[Exercise requirements]:
Where does the word "leastSide" show up in the data? Please find each such line and copy it.

[Supplied records]:
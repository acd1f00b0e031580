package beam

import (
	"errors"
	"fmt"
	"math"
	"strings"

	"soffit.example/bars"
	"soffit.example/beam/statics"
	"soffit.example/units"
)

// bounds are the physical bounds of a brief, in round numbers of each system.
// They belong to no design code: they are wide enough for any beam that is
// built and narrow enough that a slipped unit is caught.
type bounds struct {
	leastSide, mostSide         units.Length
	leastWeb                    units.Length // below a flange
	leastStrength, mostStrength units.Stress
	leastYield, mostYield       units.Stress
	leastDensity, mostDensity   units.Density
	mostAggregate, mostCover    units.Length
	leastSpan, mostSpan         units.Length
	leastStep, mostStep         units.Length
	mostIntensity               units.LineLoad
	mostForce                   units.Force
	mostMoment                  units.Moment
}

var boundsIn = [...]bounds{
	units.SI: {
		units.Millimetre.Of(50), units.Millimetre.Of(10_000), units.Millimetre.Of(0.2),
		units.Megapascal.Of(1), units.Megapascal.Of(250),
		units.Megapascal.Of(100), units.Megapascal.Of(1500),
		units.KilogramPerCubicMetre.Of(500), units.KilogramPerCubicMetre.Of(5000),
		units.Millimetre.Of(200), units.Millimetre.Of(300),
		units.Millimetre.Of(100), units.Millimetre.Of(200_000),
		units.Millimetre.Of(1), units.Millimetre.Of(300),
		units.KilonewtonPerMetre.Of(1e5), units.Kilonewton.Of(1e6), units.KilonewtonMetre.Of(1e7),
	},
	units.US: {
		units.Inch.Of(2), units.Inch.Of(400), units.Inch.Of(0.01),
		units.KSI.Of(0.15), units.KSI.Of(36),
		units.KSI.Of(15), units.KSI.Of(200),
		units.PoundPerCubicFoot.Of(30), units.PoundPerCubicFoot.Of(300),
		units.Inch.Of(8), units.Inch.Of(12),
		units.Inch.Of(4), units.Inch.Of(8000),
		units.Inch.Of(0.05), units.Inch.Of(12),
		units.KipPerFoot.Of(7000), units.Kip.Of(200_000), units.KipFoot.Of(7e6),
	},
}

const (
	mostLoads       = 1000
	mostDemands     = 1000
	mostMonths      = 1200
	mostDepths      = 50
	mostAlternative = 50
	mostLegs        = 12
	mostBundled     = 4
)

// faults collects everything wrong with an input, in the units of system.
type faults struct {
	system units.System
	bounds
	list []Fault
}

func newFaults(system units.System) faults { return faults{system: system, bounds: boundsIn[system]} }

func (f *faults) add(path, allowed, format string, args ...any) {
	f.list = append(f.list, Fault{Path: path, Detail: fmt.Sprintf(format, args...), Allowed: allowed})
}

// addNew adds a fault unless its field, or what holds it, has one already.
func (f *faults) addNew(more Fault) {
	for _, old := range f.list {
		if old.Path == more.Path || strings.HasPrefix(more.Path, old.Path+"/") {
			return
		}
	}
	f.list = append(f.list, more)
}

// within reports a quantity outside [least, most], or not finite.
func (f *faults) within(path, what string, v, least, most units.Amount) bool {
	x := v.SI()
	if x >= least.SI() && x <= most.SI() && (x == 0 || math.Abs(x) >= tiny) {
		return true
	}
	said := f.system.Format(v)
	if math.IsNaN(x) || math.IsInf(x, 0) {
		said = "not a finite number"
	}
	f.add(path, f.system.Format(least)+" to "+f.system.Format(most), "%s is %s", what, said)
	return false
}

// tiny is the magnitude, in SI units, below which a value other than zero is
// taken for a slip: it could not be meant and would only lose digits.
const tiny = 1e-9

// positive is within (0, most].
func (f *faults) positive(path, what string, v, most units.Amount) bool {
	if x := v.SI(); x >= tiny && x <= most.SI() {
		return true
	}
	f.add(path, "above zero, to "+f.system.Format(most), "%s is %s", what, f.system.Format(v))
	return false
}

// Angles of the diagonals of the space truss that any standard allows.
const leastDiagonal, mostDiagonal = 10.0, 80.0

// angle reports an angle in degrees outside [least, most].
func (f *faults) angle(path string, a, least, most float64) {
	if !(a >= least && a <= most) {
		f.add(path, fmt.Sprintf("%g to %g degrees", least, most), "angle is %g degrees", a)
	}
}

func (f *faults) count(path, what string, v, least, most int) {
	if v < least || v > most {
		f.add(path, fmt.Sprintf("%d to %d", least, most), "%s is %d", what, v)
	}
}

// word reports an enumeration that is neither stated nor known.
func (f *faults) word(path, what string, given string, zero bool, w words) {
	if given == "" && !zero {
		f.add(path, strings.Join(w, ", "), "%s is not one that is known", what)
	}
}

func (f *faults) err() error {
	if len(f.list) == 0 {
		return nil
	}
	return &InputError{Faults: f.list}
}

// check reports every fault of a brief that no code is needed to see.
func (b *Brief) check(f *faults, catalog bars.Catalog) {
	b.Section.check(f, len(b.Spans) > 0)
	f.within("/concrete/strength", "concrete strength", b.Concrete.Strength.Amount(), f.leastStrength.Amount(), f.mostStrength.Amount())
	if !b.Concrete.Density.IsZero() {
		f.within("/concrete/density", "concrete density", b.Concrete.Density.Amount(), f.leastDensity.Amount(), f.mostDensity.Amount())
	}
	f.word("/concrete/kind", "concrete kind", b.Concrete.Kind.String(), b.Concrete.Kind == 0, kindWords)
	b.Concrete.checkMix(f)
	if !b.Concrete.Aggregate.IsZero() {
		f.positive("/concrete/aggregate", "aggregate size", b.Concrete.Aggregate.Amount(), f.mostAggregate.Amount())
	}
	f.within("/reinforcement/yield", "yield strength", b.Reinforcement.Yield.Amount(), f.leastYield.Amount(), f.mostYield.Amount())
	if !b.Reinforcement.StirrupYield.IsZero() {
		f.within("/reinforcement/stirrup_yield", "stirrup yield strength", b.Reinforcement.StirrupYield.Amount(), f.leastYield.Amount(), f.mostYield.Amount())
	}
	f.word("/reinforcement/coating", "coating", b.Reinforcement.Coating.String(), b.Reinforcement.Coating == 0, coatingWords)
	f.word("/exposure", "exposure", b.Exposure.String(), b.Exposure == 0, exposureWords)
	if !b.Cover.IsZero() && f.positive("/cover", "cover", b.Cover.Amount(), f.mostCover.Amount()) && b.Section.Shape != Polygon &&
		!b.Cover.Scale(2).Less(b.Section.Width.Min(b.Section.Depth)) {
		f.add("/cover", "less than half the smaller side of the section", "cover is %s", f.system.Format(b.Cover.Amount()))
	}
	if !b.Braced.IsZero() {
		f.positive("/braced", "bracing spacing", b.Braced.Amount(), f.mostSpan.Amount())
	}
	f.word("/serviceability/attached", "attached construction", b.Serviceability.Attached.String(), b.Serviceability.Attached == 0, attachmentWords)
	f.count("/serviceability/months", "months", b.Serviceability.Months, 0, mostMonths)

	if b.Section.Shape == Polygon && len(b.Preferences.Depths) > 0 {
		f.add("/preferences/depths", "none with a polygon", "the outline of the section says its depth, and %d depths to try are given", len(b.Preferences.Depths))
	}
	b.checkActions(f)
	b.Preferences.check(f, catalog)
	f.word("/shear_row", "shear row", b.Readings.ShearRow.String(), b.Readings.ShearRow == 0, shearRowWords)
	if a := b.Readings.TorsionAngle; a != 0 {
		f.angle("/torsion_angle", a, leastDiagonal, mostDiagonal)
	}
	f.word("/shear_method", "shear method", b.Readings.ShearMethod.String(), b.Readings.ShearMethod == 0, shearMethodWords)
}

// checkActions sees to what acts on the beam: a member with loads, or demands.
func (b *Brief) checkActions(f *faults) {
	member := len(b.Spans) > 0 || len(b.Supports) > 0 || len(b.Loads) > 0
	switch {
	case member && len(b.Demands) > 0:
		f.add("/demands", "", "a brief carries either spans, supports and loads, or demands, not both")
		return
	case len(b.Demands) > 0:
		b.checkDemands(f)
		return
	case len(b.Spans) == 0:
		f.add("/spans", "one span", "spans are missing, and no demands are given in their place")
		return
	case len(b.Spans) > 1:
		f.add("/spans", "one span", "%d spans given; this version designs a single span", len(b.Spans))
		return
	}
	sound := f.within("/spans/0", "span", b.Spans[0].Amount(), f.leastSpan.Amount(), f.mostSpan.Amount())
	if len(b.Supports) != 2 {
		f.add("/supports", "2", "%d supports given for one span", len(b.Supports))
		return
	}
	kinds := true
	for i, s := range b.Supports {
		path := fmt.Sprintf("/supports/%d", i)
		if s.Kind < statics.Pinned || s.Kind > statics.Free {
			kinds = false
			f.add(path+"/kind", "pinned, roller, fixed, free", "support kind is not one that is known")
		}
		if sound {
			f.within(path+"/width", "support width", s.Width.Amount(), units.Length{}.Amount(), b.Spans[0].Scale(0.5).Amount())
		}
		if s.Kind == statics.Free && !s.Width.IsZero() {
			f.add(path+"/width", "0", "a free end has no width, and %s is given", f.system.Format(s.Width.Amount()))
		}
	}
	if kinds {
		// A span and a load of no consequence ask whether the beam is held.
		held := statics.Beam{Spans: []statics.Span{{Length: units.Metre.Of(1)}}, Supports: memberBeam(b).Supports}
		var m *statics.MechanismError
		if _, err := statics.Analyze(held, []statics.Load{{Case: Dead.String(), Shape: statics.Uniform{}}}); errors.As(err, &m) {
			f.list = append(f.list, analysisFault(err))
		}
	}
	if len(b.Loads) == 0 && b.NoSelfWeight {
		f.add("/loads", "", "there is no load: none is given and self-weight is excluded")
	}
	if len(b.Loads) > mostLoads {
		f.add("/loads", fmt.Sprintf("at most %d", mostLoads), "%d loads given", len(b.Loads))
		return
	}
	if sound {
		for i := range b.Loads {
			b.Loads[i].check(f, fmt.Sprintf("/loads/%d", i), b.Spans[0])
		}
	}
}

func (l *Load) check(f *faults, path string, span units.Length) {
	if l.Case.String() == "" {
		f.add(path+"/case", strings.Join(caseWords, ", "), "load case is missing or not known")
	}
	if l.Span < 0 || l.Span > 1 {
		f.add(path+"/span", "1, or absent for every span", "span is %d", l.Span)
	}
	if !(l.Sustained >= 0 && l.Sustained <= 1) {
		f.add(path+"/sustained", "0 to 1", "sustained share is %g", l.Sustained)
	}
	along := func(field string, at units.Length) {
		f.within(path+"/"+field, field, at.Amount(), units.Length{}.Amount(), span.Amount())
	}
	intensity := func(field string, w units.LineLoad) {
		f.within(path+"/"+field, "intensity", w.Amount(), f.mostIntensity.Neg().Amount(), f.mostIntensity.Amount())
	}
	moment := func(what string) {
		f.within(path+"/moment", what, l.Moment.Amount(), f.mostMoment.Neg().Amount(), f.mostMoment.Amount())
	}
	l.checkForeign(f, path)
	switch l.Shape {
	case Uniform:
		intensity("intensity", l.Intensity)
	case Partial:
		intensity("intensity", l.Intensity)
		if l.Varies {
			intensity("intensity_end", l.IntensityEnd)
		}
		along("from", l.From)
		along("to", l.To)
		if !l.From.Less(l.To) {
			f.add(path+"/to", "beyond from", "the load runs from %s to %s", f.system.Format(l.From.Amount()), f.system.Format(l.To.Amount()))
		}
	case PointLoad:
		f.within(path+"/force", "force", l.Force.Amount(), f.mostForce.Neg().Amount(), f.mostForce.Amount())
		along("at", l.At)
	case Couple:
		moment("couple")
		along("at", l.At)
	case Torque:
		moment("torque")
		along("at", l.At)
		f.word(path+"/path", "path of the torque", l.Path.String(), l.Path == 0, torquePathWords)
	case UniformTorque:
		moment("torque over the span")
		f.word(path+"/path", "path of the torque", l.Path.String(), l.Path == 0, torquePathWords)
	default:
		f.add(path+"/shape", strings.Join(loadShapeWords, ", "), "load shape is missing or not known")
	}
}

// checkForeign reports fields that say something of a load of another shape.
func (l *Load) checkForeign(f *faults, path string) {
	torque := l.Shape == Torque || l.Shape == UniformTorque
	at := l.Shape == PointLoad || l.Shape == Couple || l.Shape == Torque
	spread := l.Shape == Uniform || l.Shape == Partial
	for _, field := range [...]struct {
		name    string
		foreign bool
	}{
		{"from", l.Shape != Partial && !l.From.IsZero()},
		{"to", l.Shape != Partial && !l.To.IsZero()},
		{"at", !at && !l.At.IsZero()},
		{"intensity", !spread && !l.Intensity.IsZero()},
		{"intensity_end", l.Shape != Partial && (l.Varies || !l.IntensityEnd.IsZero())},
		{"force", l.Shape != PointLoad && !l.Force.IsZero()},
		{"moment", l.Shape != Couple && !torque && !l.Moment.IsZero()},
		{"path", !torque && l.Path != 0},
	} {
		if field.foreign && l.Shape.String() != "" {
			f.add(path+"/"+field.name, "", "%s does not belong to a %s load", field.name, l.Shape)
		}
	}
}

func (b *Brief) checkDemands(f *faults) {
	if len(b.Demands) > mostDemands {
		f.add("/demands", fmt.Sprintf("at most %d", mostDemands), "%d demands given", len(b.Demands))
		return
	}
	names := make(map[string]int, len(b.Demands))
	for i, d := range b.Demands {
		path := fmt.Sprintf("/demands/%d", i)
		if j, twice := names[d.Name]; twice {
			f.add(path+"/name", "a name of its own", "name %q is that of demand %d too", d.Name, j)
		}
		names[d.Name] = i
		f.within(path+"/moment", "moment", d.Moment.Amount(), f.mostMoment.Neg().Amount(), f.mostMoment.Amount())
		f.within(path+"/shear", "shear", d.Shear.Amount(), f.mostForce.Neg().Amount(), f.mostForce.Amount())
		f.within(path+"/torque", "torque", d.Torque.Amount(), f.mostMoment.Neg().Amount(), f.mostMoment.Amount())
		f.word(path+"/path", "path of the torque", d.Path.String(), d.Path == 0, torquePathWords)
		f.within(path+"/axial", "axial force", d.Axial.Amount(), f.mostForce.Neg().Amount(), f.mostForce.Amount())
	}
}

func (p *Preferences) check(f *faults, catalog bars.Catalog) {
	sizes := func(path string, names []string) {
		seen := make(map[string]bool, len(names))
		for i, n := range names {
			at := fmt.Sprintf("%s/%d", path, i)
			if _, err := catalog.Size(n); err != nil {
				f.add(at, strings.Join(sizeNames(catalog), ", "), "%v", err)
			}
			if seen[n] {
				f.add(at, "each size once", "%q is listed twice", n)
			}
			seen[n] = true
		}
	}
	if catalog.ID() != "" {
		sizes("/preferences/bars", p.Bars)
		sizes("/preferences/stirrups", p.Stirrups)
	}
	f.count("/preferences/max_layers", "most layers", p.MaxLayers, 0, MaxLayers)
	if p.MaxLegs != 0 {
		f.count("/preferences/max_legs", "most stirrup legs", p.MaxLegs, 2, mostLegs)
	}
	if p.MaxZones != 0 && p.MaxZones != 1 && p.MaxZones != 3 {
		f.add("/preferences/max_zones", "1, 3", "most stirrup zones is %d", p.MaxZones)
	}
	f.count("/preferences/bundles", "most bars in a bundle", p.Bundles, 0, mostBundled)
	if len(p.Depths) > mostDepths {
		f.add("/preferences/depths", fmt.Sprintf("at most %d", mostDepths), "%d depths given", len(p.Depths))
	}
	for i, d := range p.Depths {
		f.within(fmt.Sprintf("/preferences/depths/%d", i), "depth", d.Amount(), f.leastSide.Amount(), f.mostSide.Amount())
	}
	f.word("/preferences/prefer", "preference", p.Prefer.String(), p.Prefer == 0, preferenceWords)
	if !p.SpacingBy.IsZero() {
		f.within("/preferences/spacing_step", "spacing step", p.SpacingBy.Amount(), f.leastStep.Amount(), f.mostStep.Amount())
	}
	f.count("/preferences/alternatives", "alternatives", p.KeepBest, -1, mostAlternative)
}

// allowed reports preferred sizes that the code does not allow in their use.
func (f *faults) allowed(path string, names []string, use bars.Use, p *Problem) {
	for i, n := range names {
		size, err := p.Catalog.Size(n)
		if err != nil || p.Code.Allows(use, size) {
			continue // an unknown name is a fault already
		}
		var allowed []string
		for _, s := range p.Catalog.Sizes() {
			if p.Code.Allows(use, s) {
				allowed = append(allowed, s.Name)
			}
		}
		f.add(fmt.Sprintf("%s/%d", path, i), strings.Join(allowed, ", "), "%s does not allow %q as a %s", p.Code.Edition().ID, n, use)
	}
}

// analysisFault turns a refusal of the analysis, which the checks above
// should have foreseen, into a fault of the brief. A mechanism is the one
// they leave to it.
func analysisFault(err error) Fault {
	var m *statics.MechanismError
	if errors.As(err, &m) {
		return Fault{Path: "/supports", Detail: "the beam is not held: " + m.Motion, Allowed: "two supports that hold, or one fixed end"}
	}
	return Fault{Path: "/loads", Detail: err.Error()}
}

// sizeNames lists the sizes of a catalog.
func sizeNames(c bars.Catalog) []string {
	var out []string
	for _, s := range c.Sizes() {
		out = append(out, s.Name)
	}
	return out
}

[Answer to the problem]:
	leastSide, mostSide         units.Length
		f.within(fmt.Sprintf("/preferences/depths/%d", i), "depth", d.Amount(), f.leastSide.Amount(), f.mostSide.Amount())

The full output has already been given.